A pickup in consumer spending and gains in business investment, combined with further increases in fuel prices, will probably continue to boost imports. At the same time, companies like General Electric Co. and Boeing Co. are benefiting from growing demand abroad and a lower dollar that are driving exports and propelling a factory-led economic recovery.

“The recent firming in domestic demand points to rising imports,” said Michelle Meyer, a senior economist at Bank of America Merrill Lynch Global Research in New York. “Exports are expected to benefit from the lagged effect of the weaker trade value of the dollar and stronger foreign growth.”

The Commerce Department’s trade figures are due at 8:30 a.m. in Washington. Estimates in the Bloomberg survey ranged from deficits of $37.5 billion to $43.5 billion.

A Labor Department report at the same time may show wholesale costs rose 0.8 percent in December for a second month, reflecting higher prices for crude oil and metals, according to the Bloomberg survey median.

Jobless Claims

Also at 8:30 a.m., another Labor Department report will show 410,000 Americans applied for unemployment benefits last week compared with 409,000 the prior week, according to the survey median.

Consumer spending, which accounts for about 70 percent of the economy, is playing a growing role in the recovery after lagging behind in the initial stages.

Holiday purchases rose 5.5 percent, the best performance since 2005, said MasterCard Advisors’ SpendingPulse. Even so, manufacturing, boosted by rising exports, capital spending and inventory building, continues to lead the global recovery, helping drive up commodity prices.

The cost of imported petroleum rose 3.9 percent in December after climbing 4.4 percent the prior month, the Labor Department reported yesterday. Oil prices were up 14 percent in December compared with a year earlier, partly due to a weaker dollar.

Weaker Dollar

Since reaching a one-year high on June 7, the dollar has dropped 6.5 percent against a trade-weighted basket of currencies. The decrease makes American goods cheaper to buyers abroad and may keep spurring manufacturing, which expanded for a 17th consecutive month in November.

Shares of manufacturers have increased more in the past year than the broader indexes. The Standard & Poor’s Supercomposite Industrial Machinery Index climbed 41 percent through yesterday, while the S&P 500 gained 13 percent.

Growing overseas economies are contributing to demand for U.S. goods. China, set to become the world’s second-largest economy this year, had a 9.6 percent gain in third-quarter gross domestic product from a year earlier. India grew 8.9 percent and Brazil expanded 6.7 percent.
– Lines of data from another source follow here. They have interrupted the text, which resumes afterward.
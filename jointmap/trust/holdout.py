"""Does the reference hold on data that it has not used?

An association ties what one robot saw under a label to what the others say about that landmark.
Left out, the robot's own landmark is a prediction that the others' never touched: the deviation
over its predicted covariance is the deleted residual v / r of the tie (Baarda 1968), exact and
without another solve. On a reference whose claims are right the squares have the mean 1 per degree
of freedom. What they have more is what the claims lack: errors common to a robot's sightings of a
landmark that no noise model of single rows contains.

The k ties of one landmark are one adjustment with k - 1 of them to spare, and count as such.
"""

from __future__ import annotations

from dataclasses import dataclass, replace

import numpy as np
from numpy.typing import NDArray
from scipy.stats import chi2

from jointmap.graph.problem import Problem
from jointmap.solve.system import System
from jointmap.trust.marginals import SelectedInverse
from jointmap.trust.quality import Quality
from jointmap.trust.solve_pairs import SquareRootFactor

Floats = NDArray[np.float64]
Ints = NDArray[np.int64]

#: Fewest effective degrees of freedom from which a claim is judged (a variance from fewer is known
#: to no better than a factor of 2).
LEAST_EFFECTIVE = 10.0
#: Share of right means inside the band.
CONFIDENCE = 0.95


@dataclass(frozen=True)
class Fold:
    """One group that was left out: ``normalized_square`` is the mean per degree of freedom.

    ``n`` ties, ``n_effective`` degrees of freedom; ``lower`` and ``upper`` the band in which 95 % of
    the means lie when the claims are right.
    """

    kind: str
    name: str
    n: int
    n_effective: float
    normalized_square: float
    lower: float
    upper: float


@dataclass(frozen=True)
class HoldOut:
    """All folds, and the factor by which the claimed sigmas are enlarged because of them."""

    folds: tuple[Fold, ...]
    factor: float

    @property
    def whole(self) -> Fold | None:
        """The fold of all ties together."""
        return next((f for f in self.folds if f.kind == "team"), None)


def hold_out(problem: Problem, system: System, quality: Quality) -> HoldOut:
    """Leave-one-tie-out evidence by team, robot and landmark."""
    if quality.links is None or not len(system.links.track):
        return HoldOut((), 1.0)
    statistic, dof = quality.links.statistic()
    tested = dof > 0
    shared = system.links.shared
    # How many tested ties hold each landmark: k of them have k - 1 independent deviations.
    holding = np.bincount(shared[tested], minlength=int(shared.max()) + 1)[shared]
    share = np.where(tested & (holding > 1), (holding - 1.0) / np.maximum(holding, 1), 0.0)
    robot = problem.tracks.robot[system.links.track]
    folds = [_fold("team", "all", statistic, dof, share)]
    for r, name in enumerate(problem.robots):
        folds.append(_fold("robot", name, statistic, dof, share * (robot == r)))
    for landmark in np.unique(shared[share > 0]):
        name = problem.tracks.landmarks[int(landmark)]
        folds.append(_fold("landmark", name, statistic, dof, share * (shared == landmark)))
    folds = [f for f in folds if f.n > 0]
    whole = next((f for f in folds if f.kind == "team"), None)
    factor = 1.0
    if (
        whole is not None
        and whole.n_effective >= LEAST_EFFECTIVE
        and (whole.normalized_square > whole.upper)
    ):
        factor = float(np.sqrt(whole.normalized_square))
    return HoldOut(tuple(folds), factor)


def _fold(kind: str, name: str, statistic: Floats, dof: Floats, share: Floats) -> Fold:
    effective = float((share * dof).sum())
    if effective <= 0.0:
        return Fold(kind, name, 0, 0.0, np.nan, np.nan, np.nan)
    mean = float((share * statistic).sum() / effective)
    tail = (1.0 - CONFIDENCE) / 2.0
    lower, upper = (float(chi2.ppf(p, effective)) / effective for p in (tail, 1.0 - tail))
    return Fold(kind, name, int((share > 0).sum()), effective, mean, lower, upper)


def enlarged(quality: Quality, factor: float) -> Quality:
    """The same quality with every covariance ``factor`` squared times as large.

    Residuals, redundancies and test statistics stay those of the model.
    """
    if factor == 1.0:
        return quality
    tree = quality.inverse.tree
    bigger = replace(tree, panel=tree.panel / factor)
    return replace(
        quality,
        inverse=SelectedInverse(bigger, quality.inverse.covariance * factor**2),
        factor=SquareRootFactor(bigger),
    )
GE last month said sales may increase as much as 5 percent this year as its industrial divisions, which include the world’s largest manufacturers of power-generation equipment, jet engines and locomotives, return to growth.

Emerging Markets

In an annual outlook meeting with investors on Dec. 14, GE’s Chief Executive Officer Jeffrey Immelt said the pace of industrial expansion will increase further in 2012. He pointed to Brazil as an emerging market where GE is building investments to fuel sales growth.

Boeing, which sold more than three times as many commercial airplanes in 2010 as the year before, and larger rival Airbus SAS are boosting production this year to accommodate orders from airlines and lessors. Randy Tinseth, marketing chief at Boeing’s Commercial Airplanes unit, said in a Jan. 6 interview that the growth trend for orders will continue as passenger and cargo traffic rebounds and emerging economies expand.

President Barack Obama is seeking to double American exports over the next five years. The Commerce Department has asked industry groups to review its proposal to relax export controls for technology items with military uses, covering sales to 37 allies including Germany, Japan and Canada.